== Data for this exercise

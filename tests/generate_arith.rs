//! Generated arithmetic circuits checked against integer arithmetic (the
//! reference is Rust's own u128 arithmetic, independent of the generators):
//! adders, multipliers, comparators, barrel shifters and the ALU, exhaustive
//! for small widths and on random vectors for wide ones.

mod generate_support;

use generate_support::{check, mask, port_buses, vectors_for};
use ribbonmap::generate::{generate, Family, Params};

const ADDER_STYLES: [&str; 5] = [
    "ripple",
    "carry-lookahead",
    "kogge-stone",
    "brent-kung",
    "carry-select",
];

#[test]
fn adders_add() {
    for style in ADDER_STYLES {
        for width in [
            1u32, 2, 3, 4, 5, 6, 7, 8, 9, 13, 16, 17, 31, 32, 33, 64, 100, 127,
        ] {
            for carry_in in [false, true] {
                let params = Params::new(width).with_style(style).with_carry_in(carry_in);
                let net = generate(Family::Adder, &params).unwrap();
                let (ins, outs) = port_buses(&net);
                let mut widths = vec![width, width];
                if carry_in {
                    widths.push(1);
                }
                assert_eq!(
                    ins.iter().map(|b| b.1).collect::<Vec<_>>(),
                    widths,
                    "{style} {width}"
                );
                assert_eq!(outs, vec![("s".to_string(), width + 1)]);
                let vectors = vectors_for(&widths, 16, u64::from(width) * 7 + 1);
                check(&net, &vectors, |v| {
                    let cin = v.get(2).copied().unwrap_or(0);
                    vec![v[0] + v[1] + cin]
                });
            }
        }
    }
}

#[test]
fn ripple_adder_is_xor3_and_maj3() {
    // Ripple full adders are xor(xor(a,b),c) and maj(a,b,c): n - 1 majority
    // nodes without carry-in (bit 0 is a half adder), 2n - 1 XOR nodes.
    let net = generate(Family::Adder, &Params::new(8)).unwrap();
    let k = net.kind_counts();
    assert_eq!((k.maj, k.xor, k.and), (7, 15, 1));
}

#[test]
fn prefix_adders_are_shallower_than_ripple() {
    let depth = |style: &str| {
        generate(Family::Adder, &Params::new(64).with_style(style))
            .unwrap()
            .depth()
    };
    let ripple = depth("ripple");
    assert!(depth("kogge-stone") < ripple / 4);
    assert!(depth("brent-kung") < ripple / 2);
    assert!(depth("carry-lookahead") < ripple);
    assert!(depth("carry-select") < ripple);
    assert!(depth("kogge-stone") <= depth("brent-kung"));
}

#[test]
fn multipliers_multiply() {
    for style in ["array", "wallace", "dadda"] {
        for width in [1u32, 2, 3, 4, 5, 6, 8, 11, 16, 24, 32, 64] {
            let net = generate(Family::Multiplier, &Params::new(width).with_style(style)).unwrap();
            let (_, outs) = port_buses(&net);
            assert_eq!(outs, vec![("p".to_string(), 2 * width)]);
            let words = if width > 32 { 4 } else { 16 };
            let vectors = vectors_for(&[width, width], words, u64::from(width) + 99);
            check(&net, &vectors, |v| vec![v[0].wrapping_mul(v[1])]);
        }
    }
}

#[test]
fn comparators_compare() {
    for style in ["ripple", "tree"] {
        for width in [1u32, 2, 3, 5, 8, 13, 32, 64, 128] {
            let net = generate(Family::Comparator, &Params::new(width).with_style(style)).unwrap();
            let mut vectors = vectors_for(&[width, width], 16, u64::from(width));
            // Random operands are almost never equal: add equal and near pairs.
            let extra: Vec<Vec<u128>> = vectors
                .iter()
                .take(256)
                .flat_map(|v| {
                    let near = v[0] ^ (1u128 << (v[1] as u32 % width));
                    [vec![v[0], v[0]], vec![v[0], near]]
                })
                .collect();
            vectors.extend(extra);
            check(&net, &vectors, |v| {
                vec![u128::from(v[0] < v[1]), u128::from(v[0] == v[1])]
            });
        }
    }
}

#[test]
fn barrel_shifters_shift_left() {
    for width in [2u32, 3, 4, 5, 8, 12, 16, 32, 64, 100] {
        let net = generate(Family::BarrelShifter, &Params::new(width)).unwrap();
        let amount_bits = 32 - (width - 1).leading_zeros();
        let (ins, _) = port_buses(&net);
        assert_eq!(ins[1], ("s".to_string(), amount_bits));
        let vectors = vectors_for(&[width, amount_bits], 16, u64::from(width));
        check(&net, &vectors, |v| {
            let s = v[1] as u32;
            vec![if s >= width {
                0
            } else {
                (v[0] << s) & mask(width)
            }]
        });
    }
}

/// The ALU's documented opcodes, on integers.
fn alu_reference(width: u32, a: u128, b: u128, op: u128) -> u128 {
    let amount_bits = 32 - (width - 1).leading_zeros();
    let sh = (b & mask(amount_bits)) as u32;
    let r = match op {
        0 => a.wrapping_add(b),
        1 => a.wrapping_sub(b),
        2 => a & b,
        3 => a | b,
        4 => a ^ b,
        5 => {
            if sh >= width {
                0
            } else {
                a << sh
            }
        }
        6 => {
            if sh >= width {
                0
            } else {
                a >> sh
            }
        }
        _ => u128::from(a < b),
    };
    r & mask(width)
}

#[test]
fn alus_compute_every_opcode() {
    for style in ["ripple", "kogge-stone", "carry-select"] {
        for width in [1u32, 2, 3, 4, 5, 8, 16, 32, 64] {
            let net = generate(Family::Alu, &Params::new(width).with_style(style)).unwrap();
            let (ins, outs) = port_buses(&net);
            assert_eq!(ins[2], ("op".to_string(), 3));
            assert_eq!(outs, vec![("y".to_string(), width)]);
            let mut vectors = vectors_for(&[width, width, 3], 16, u64::from(width) + 5);
            // Small shift amounts and equal operands matter too.
            let extra: Vec<Vec<u128>> = vectors
                .iter()
                .take(512)
                .map(|v| vec![v[0], v[1] & 7, v[2]])
                .chain(vectors.iter().take(128).map(|v| vec![v[0], v[0], 7]))
                .collect();
            vectors.extend(extra);
            check(&net, &vectors, |v| {
                vec![alu_reference(width, v[0], v[1], v[2])]
            });
        }
    }
}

====

Scan the lines above for the word "Family" and copy every one where it occurs.

use ribbonmap::generate::{generate, Family, Params};
                let net = generate(Family::Adder, &params).unwrap();
    let net = generate(Family::Adder, &Params::new(8)).unwrap();
        generate(Family::Adder, &Params::new(64).with_style(style))
            let net = generate(Family::Multiplier, &Params::new(width).with_style(style)).unwrap();
            let net = generate(Family::Comparator, &Params::new(width).with_style(style)).unwrap();
        let net = generate(Family::BarrelShifter, &Params::new(width)).unwrap();
            let net = generate(Family::Alu, &Params::new(width).with_style(style)).unwrap();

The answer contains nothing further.